Collected data:

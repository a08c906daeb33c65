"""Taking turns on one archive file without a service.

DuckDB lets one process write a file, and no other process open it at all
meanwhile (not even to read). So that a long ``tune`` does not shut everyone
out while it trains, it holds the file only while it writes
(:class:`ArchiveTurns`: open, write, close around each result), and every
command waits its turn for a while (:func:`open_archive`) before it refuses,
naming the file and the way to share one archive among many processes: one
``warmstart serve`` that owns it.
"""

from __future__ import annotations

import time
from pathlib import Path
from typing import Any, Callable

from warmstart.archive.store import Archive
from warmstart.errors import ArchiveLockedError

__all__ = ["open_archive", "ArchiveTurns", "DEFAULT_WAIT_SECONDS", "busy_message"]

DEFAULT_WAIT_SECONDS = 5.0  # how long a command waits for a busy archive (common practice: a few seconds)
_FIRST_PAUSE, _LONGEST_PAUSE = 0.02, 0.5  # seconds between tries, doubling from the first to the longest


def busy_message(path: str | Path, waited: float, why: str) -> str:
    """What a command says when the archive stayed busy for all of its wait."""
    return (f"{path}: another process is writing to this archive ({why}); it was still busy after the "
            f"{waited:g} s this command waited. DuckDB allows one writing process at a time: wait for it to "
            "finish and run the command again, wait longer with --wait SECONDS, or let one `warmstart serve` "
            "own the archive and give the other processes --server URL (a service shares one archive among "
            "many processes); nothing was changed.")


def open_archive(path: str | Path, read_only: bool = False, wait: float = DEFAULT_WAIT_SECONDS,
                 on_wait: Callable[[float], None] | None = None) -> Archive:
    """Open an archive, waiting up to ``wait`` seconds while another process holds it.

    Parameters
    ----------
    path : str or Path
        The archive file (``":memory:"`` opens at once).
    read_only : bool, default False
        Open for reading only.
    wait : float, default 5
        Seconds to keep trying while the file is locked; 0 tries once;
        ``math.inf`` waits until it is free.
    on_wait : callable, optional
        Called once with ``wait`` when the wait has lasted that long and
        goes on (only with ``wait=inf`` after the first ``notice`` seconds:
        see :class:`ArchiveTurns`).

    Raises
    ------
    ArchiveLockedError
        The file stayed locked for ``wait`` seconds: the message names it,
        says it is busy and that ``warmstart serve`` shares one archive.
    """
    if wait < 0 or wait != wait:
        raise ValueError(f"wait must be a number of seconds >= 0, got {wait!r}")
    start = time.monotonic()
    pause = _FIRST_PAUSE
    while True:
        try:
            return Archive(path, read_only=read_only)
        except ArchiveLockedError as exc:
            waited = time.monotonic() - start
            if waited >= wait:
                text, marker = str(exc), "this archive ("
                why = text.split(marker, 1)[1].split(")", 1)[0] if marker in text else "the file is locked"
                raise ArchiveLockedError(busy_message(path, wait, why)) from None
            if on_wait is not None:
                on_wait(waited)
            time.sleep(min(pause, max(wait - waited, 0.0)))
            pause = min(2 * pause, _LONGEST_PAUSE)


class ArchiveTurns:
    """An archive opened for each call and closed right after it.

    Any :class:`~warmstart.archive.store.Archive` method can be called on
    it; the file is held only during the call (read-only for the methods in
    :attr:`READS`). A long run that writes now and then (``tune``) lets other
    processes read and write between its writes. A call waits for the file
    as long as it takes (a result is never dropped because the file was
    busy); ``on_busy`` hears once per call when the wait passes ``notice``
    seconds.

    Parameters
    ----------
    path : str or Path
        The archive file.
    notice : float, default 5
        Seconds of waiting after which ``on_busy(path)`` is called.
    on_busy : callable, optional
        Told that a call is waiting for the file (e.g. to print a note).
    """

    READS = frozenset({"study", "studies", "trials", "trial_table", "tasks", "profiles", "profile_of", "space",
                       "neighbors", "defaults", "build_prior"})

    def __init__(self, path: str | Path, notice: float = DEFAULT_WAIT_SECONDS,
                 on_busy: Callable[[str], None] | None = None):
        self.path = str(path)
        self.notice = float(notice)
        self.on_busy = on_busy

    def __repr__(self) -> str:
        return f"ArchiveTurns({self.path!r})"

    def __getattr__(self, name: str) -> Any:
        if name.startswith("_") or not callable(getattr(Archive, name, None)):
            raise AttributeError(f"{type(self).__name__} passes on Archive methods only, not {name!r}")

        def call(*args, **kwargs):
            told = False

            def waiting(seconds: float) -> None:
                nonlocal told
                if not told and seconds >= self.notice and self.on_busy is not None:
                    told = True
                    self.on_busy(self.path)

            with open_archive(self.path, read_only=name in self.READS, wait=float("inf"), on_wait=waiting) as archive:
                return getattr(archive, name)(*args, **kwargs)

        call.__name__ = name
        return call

WHAT TO PRODUCE - Would you return each entry exactly as it reads?

YOUR RESPONSE -
repository a08c906daeb33c65
"""Taking turns on one archive file without a service.

DuckDB lets one process write a file, and no other process open it at all
meanwhile (not even to read). So that a long ``tune`` does not shut everyone
out while it trains, it holds the file only while it writes
(:class:`ArchiveTurns`: open, write, close around each result), and every
command waits its turn for a while (:func:`open_archive`) before it refuses,
naming the file and the way to share one archive among many processes: one
``warmstart serve`` that owns it.
"""

from __future__ import annotations

import time
from pathlib import Path
from typing import Any, Callable

from warmstart.archive.store import Archive
from warmstart.errors import ArchiveLockedError

__all__ = ["open_archive", "ArchiveTurns", "DEFAULT_WAIT_SECONDS", "busy_message"]

DEFAULT_WAIT_SECONDS = 5.0  # how long a command waits for a busy archive (common practice: a few seconds)
_FIRST_PAUSE, _LONGEST_PAUSE = 0.02, 0.5  # seconds between tries, doubling from the first to the longest


def busy_message(path: str | Path, waited: float, why: str) -> str:
    """What a command says when the archive stayed busy for all of its wait."""
    return (f"{path}: another process is writing to this archive ({why}); it was still busy after the "
            f"{waited:g} s this command waited. DuckDB allows one writing process at a time: wait for it to "
            "finish and run the command again, wait longer with --wait SECONDS, or let one `warmstart serve` "
            "own the archive and give the other processes --server URL (a service shares one archive among "
            "many processes); nothing was changed.")


def open_archive(path: str | Path, read_only: bool = False, wait: float = DEFAULT_WAIT_SECONDS,
                 on_wait: Callable[[float], None] | None = None) -> Archive:
    """Open an archive, waiting up to ``wait`` seconds while another process holds it.

    Parameters
    ----------
    path : str or Path
        The archive file (``":memory:"`` opens at once).
    read_only : bool, default False
        Open for reading only.
    wait : float, default 5
        Seconds to keep trying while the file is locked; 0 tries once;
        ``math.inf`` waits until it is free.
    on_wait : callable, optional
        Called once with ``wait`` when the wait has lasted that long and
        goes on (only with ``wait=inf`` after the first ``notice`` seconds:
        see :class:`ArchiveTurns`).

    Raises
    ------
    ArchiveLockedError
        The file stayed locked for ``wait`` seconds: the message names it,
        says it is busy and that ``warmstart serve`` shares one archive.
    """
    if wait < 0 or wait != wait:
        raise ValueError(f"wait must be a number of seconds >= 0, got {wait!r}")
    start = time.monotonic()
    pause = _FIRST_PAUSE
    while True:
        try:
            return Archive(path, read_only=read_only)
        except ArchiveLockedError as exc:
            waited = time.monotonic() - start
            if waited >= wait:
                text, marker = str(exc), "this archive ("
                why = text.split(marker, 1)[1].split(")", 1)[0] if marker in text else "the file is locked"
                raise ArchiveLockedError(busy_message(path, wait, why)) from None
            if on_wait is not None:
                on_wait(waited)
            time.sleep(min(pause, max(wait - waited, 0.0)))
            pause = min(2 * pause, _LONGEST_PAUSE)


class ArchiveTurns:
    """An archive opened for each call and closed right after it.

    Any :class:`~warmstart.archive.store.Archive` method can be called on
    it; the file is held only during the call (read-only for the methods in
    :attr:`READS`). A long run that writes now and then (``tune``) lets other
    processes read and write between its writes. A call waits for the file
    as long as it takes (a result is never dropped because the file was
    busy); ``on_busy`` hears once per call when the wait passes ``notice``
    seconds.

    Parameters
    ----------
    path : str or Path
        The archive file.
    notice : float, default 5
        Seconds of waiting after which ``on_busy(path)`` is called.
    on_busy : callable, optional
        Told that a call is waiting for the file (e.g. to print a note).
    """

    READS = frozenset({"study", "studies", "trials", "trial_table", "tasks", "profiles", "profile_of", "space",
                       "neighbors", "defaults", "build_prior"})

    def __init__(self, path: str | Path, notice: float = DEFAULT_WAIT_SECONDS,
                 on_busy: Callable[[str], None] | None = None):
        self.path = str(path)
        self.notice = float(notice)
        self.on_busy = on_busy

    def __repr__(self) -> str:
        return f"ArchiveTurns({self.path!r})"

    def __getattr__(self, name: str) -> Any:
        if name.startswith("_") or not callable(getattr(Archive, name, None)):
            raise AttributeError(f"{type(self).__name__} passes on Archive methods only, not {name!r}")

        def call(*args, **kwargs):
            told = False

            def waiting(seconds: float) -> None:
                nonlocal told
                if not told and seconds >= self.notice and self.on_busy is not None:
                    told = True
                    self.on_busy(self.path)

            with open_archive(self.path, read_only=name in self.READS, wait=float("inf"), on_wait=waiting) as archive:
                return getattr(archive, name)(*args, **kwargs)

        call.__name__ = name
        return call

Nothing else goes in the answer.